The best part, according to Candi, is meeting new people in addition to interacting with loyal customers.


“You also love passing on books and products you love,” she said. “Louise has a group of people who come in and they’re like, ‘Louise, what should I read next?’ They love everything she reads. Jen started tabs on our website so you can see Louise’s picks or Jen’s picks, Shelly’s picks or my picks.”


The ladies often amaze customers with their ability to recall the person’s favorite books or genres.


“That’s the fun part,” Louise quipped. “We live and breathe by the big weekends, the tourist season, but I think I can say I like the every day and the every day weekends because you build that report you cannot do when you have a line to check out.”


Added Jen, “I love remembering what people read. It makes a difference to me when I’ve been on the other end. It’s important also to represent a small town, to represent rural America in a positive light. There’s such a fissure right now between rural and urban, but we have so much in common.”


While technology has hurt some book stores, an independent shop like Paper Moon has embraced online advances.
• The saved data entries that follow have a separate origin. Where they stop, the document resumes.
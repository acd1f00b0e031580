package beam

import (
	"soffit.example/bars"
	"soffit.example/units"
)

// appendGeometry appends what no code is needed to see: whether the stirrups
// can be bent, and whether the bars lie inside them, clear of those at the
// opposite face.
func (t *Trial) appendGeometry(dst []Check) []Check {
	const clause = "geometry"
	depth := t.Brief.Section.Depth
	for _, face := range [2]Face{Bottom, Top} {
		f := t.Steel(face)
		if f.Count == 0 {
			continue
		}
		c := Check{ID: "fit.width", Clause: clause, Face: face, Detailing: true}
		c.Compare(f.Fit.LeastWidth.Amount(), t.Brief.Section.Width.Amount())
		dst = append(dst, c)

		c = Check{ID: "fit.depth", Clause: clause, Face: face, Detailing: true}
		// Opposite bars keep the distance of layers; without any, the leg of
		// the stirrup is opposite.
		other := t.Cover.Add(t.Stirrup.Diameter)
		if o := t.Steel(face.Opposite()); o.Count > 0 {
			other = o.Fit.Height.Add(t.Code.Gaps(t.Problem).BetweenLayers.Least)
		}
		c.Compare(f.Fit.Height.Add(other).Amount(), depth.Amount())
		dst = append(dst, c)

		// Bars beyond mid-depth are no steel of their face, whatever a layout
		// calls them: bent towards it, they may even be in compression.
		if t.Record || depth.Scale(0.5).Less(f.Fit.Height) {
			c = Check{ID: "fit.half", Clause: clause, Face: face, Detailing: true}
			c.Compare(f.Highest().Amount(), depth.Scale(0.5).Amount())
			dst = append(dst, c)
		}
	}
	dst = t.appendSideGeometry(dst)
	dst = t.appendFlangeGeometry(dst)
	for i := range t.Zones {
		// Stirrups stand clear of each other as bars do.
		c := Check{ID: "stirrup.clear", Clause: clause, Span: t.Zones[i].Span, At: t.Zones[i].From, Detailing: true}
		c.Compare(t.ZoneBar[i].Diameter.Add(t.Code.Gaps(t.Problem).InLayer.Least).Amount(), t.Zones[i].Spacing.Amount())
		dst = append(dst, c)

		if c, hollow := t.hollowLegs(i); hollow {
			dst = append(dst, c)
		}

		c = Check{ID: "stirrup.bends", Clause: clause, Span: t.Zones[i].Span, At: t.Zones[i].From, Detailing: true}
		cage := t.cage()
		width, depth := cage.Outside()
		bend, err := t.ZoneBar[i].Bend(bars.Stirrup)
		if err != nil {
			c.Outcome, c.Utilization, c.Reason = Fail, NoCapacity, err.Error()
			dst = append(dst, c)
			continue
		}
		c.Compare(bend.Setback().Scale(2).Amount(), width.Min(depth).Amount())
		dst = append(dst, c)
	}
	return dst
}

// appendSideGeometry sees whether side-face bars lie between the bars of top
// and bottom, clear of both and of each other.
func (t *Trial) appendSideGeometry(dst []Check) []Check {
	s := &t.Side
	if s.Each == 0 {
		return dst
	}
	const clause = "geometry"
	gap, radius := t.Code.Gaps(t.Problem).InLayer.Least, s.Size.Diameter.Scale(0.5)
	near, far := t.Steel(s.TensionFace), t.Steel(s.TensionFace.Opposite())
	clear := Check{ID: "side-face.clear", Clause: clause, Face: Side, Detailing: true}
	clear.Compare(near.Fit.Height.Sub(near.Farthest).Max(radius).Add(gap).Add(radius).Amount(), s.Spacing.Amount())
	room := Check{ID: "side-face.room", Clause: clause, Face: Side, Detailing: true}
	room.Compare(near.Farthest.Add(s.Spacing.Scale(float64(s.Each))).Add(radius).Add(gap).Add(far.Fit.Height).Amount(), t.Brief.Section.Depth.Amount())
	return append(dst, clear, room)
}

// appendFlangeGeometry sees whether bars in a flange lie inside it, with the
// cover of the stirrups to its edges and its other face, and whether the bars
// of the web keep clear of the section's hollows.
func (t *Trial) appendFlangeGeometry(dst []Check) []Check {
	const clause = "geometry"
	for _, face := range [2]Face{Bottom, Top} {
		f := t.Steel(face)
		if len(f.Flange) == 0 {
			continue
		}
		left, right := t.Brief.Section.Overhangs(face)
		overs := [2]units.Length{left, right}
		c := Check{ID: "fit.flange", Clause: clause, Face: face, Detailing: true}
		beside := Check{ID: "fit.beside-web", Clause: clause, Face: face, Detailing: true}
		var worstNeed, worstRoom, nearest, radius units.Length
		for i := range f.Flange {
			b := &f.Flange[i]
			side, out := t.Beside(b)
			room := overs[side]
			r := b.Size.Diameter.Scale(0.5)
			need := out.Add(r).Add(t.Cover)
			if i == 0 || worstNeed.Sub(worstRoom).Less(need.Sub(room)) {
				worstNeed, worstRoom = need, room
			}
			if i == 0 || out.Sub(r).Less(nearest.Sub(radius)) {
				nearest, radius = out, r
			}
		}
		c.Compare(worstNeed.Amount(), worstRoom.Amount())
		beside.Compare(radius.Amount(), nearest.Amount())
		dst = append(dst, c, beside)

		c = Check{ID: "fit.flange-thickness", Clause: clause, Face: face, Detailing: true}
		highest := units.Length{}
		for i := range f.Flange {
			highest = highest.Max(f.Flange[i].Y.Add(f.Flange[i].Size.Diameter.Scale(0.5)))
		}
		c.Compare(highest.Add(t.Cover).Amount(), t.Brief.Section.FlangeThickness.Amount())
		dst = append(dst, c)
	}
	if g := &t.Geometry; g.Hollow {
		c := Check{ID: "fit.hollow", Clause: clause, Detailing: true}
		inside := t.Cover.Add(t.Stirrup.Diameter)
		if t.Side.Each > 0 {
			inside = inside.Add(t.Side.Size.Diameter)
		}
		c.Compare(inside.Add(t.Cover).Amount(), g.SideWall.Amount())
		dst = append(dst, c)
		for _, face := range [2]Face{Bottom, Top} {
			wall := g.BottomWall
			if face == Top {
				wall = g.TopWall
			}
			if f := t.Steel(face); f.Count > 0 {
				c := Check{ID: "fit.hollow", Clause: clause, Face: face, Detailing: true}
				c.Compare(f.Fit.Height.Add(t.Cover).Amount(), wall.Amount())
				dst = append(dst, c)
			}
		}
	}
	return dst
}

// hollowLegs sees whether the legs of zone i between the outer two, spread
// evenly, stand in the concrete beside the section's hollows, by the stirrups'
// cover. It reports whether there is anything to see.
func (t *Trial) hollowLegs(i int) (c Check, hollow bool) {
	z := &t.Zones[i]
	if len(t.Geometry.Hollows) == 0 || z.Legs <= 2 {
		return c, false
	}
	c = Check{ID: "stirrup.hollow", Clause: "geometry", Span: z.Span, At: z.From, Detailing: true}
	c.Compare(units.Plain(float64(t.standingInHollows(t.ZoneBar[i], z.Legs))), units.Plain(0))
	if c.Outcome == Fail {
		c.Reason = "legs between the outer two stand in a hollow of the section or too near it"
	}
	return c, true
}

// standingInHollows counts the legs between the outer two that do.
func (t *Trial) standingInHollows(stirrup bars.Size, legs int) (n int) {
	if len(t.Geometry.Hollows) == 0 {
		return 0
	}
	cage := t.cage()
	cage.Stirrup = stirrup
	all, _, err := cage.AppendLegs(nil, legs, nil)
	if err != nil {
		return 0 // too narrow for two legs, as other checks say
	}
	edge := t.Cover.Add(stirrup.Diameter.Scale(0.5))
	for _, x := range all[1 : legs-1] {
		for _, h := range t.Geometry.Hollows {
			if h[0].Sub(edge).Less(x) && x.Less(h[1].Add(edge)) {
				n++
				break
			}
		}
	}
	return n
}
Louise said it’s made finding books—and book dealers—easier. The Paper Moon website and Facebook and Instagram presence has also added to sales.


“Last week, a gal came in because of a post about a cat cup. She said, ‘Oh, I saw it and I had to have it,’” Candi recalled.


“We’ve shipped out orders all over the country, and I’m not sure how they find us,” Jen said. “But we’ll also have customers who are at Daisy Kay across the street and they’ll see us and Google us and go to our website. They’ll come in because of a specific book they saw, and then they shop.”


“We’re not trying to be Amazon, we’re not trying to be Barnes and Noble,” she continued. “We try to get books Walmart doesn’t have because why would we want to compete. I love it when a customer comes in and they see an obscure book and say, ‘I have that on my Amazon list. I might as well get it here.’”


The ladies enjoy that generations of customers now shop at Paper Moon. People who visited as youngsters are now bringing in their children. 


Now, they too will get to experience the friendly felines and their even friendlier owners.


Because it’s not just the items inside a store, but who’s inside a store, that makes a difference.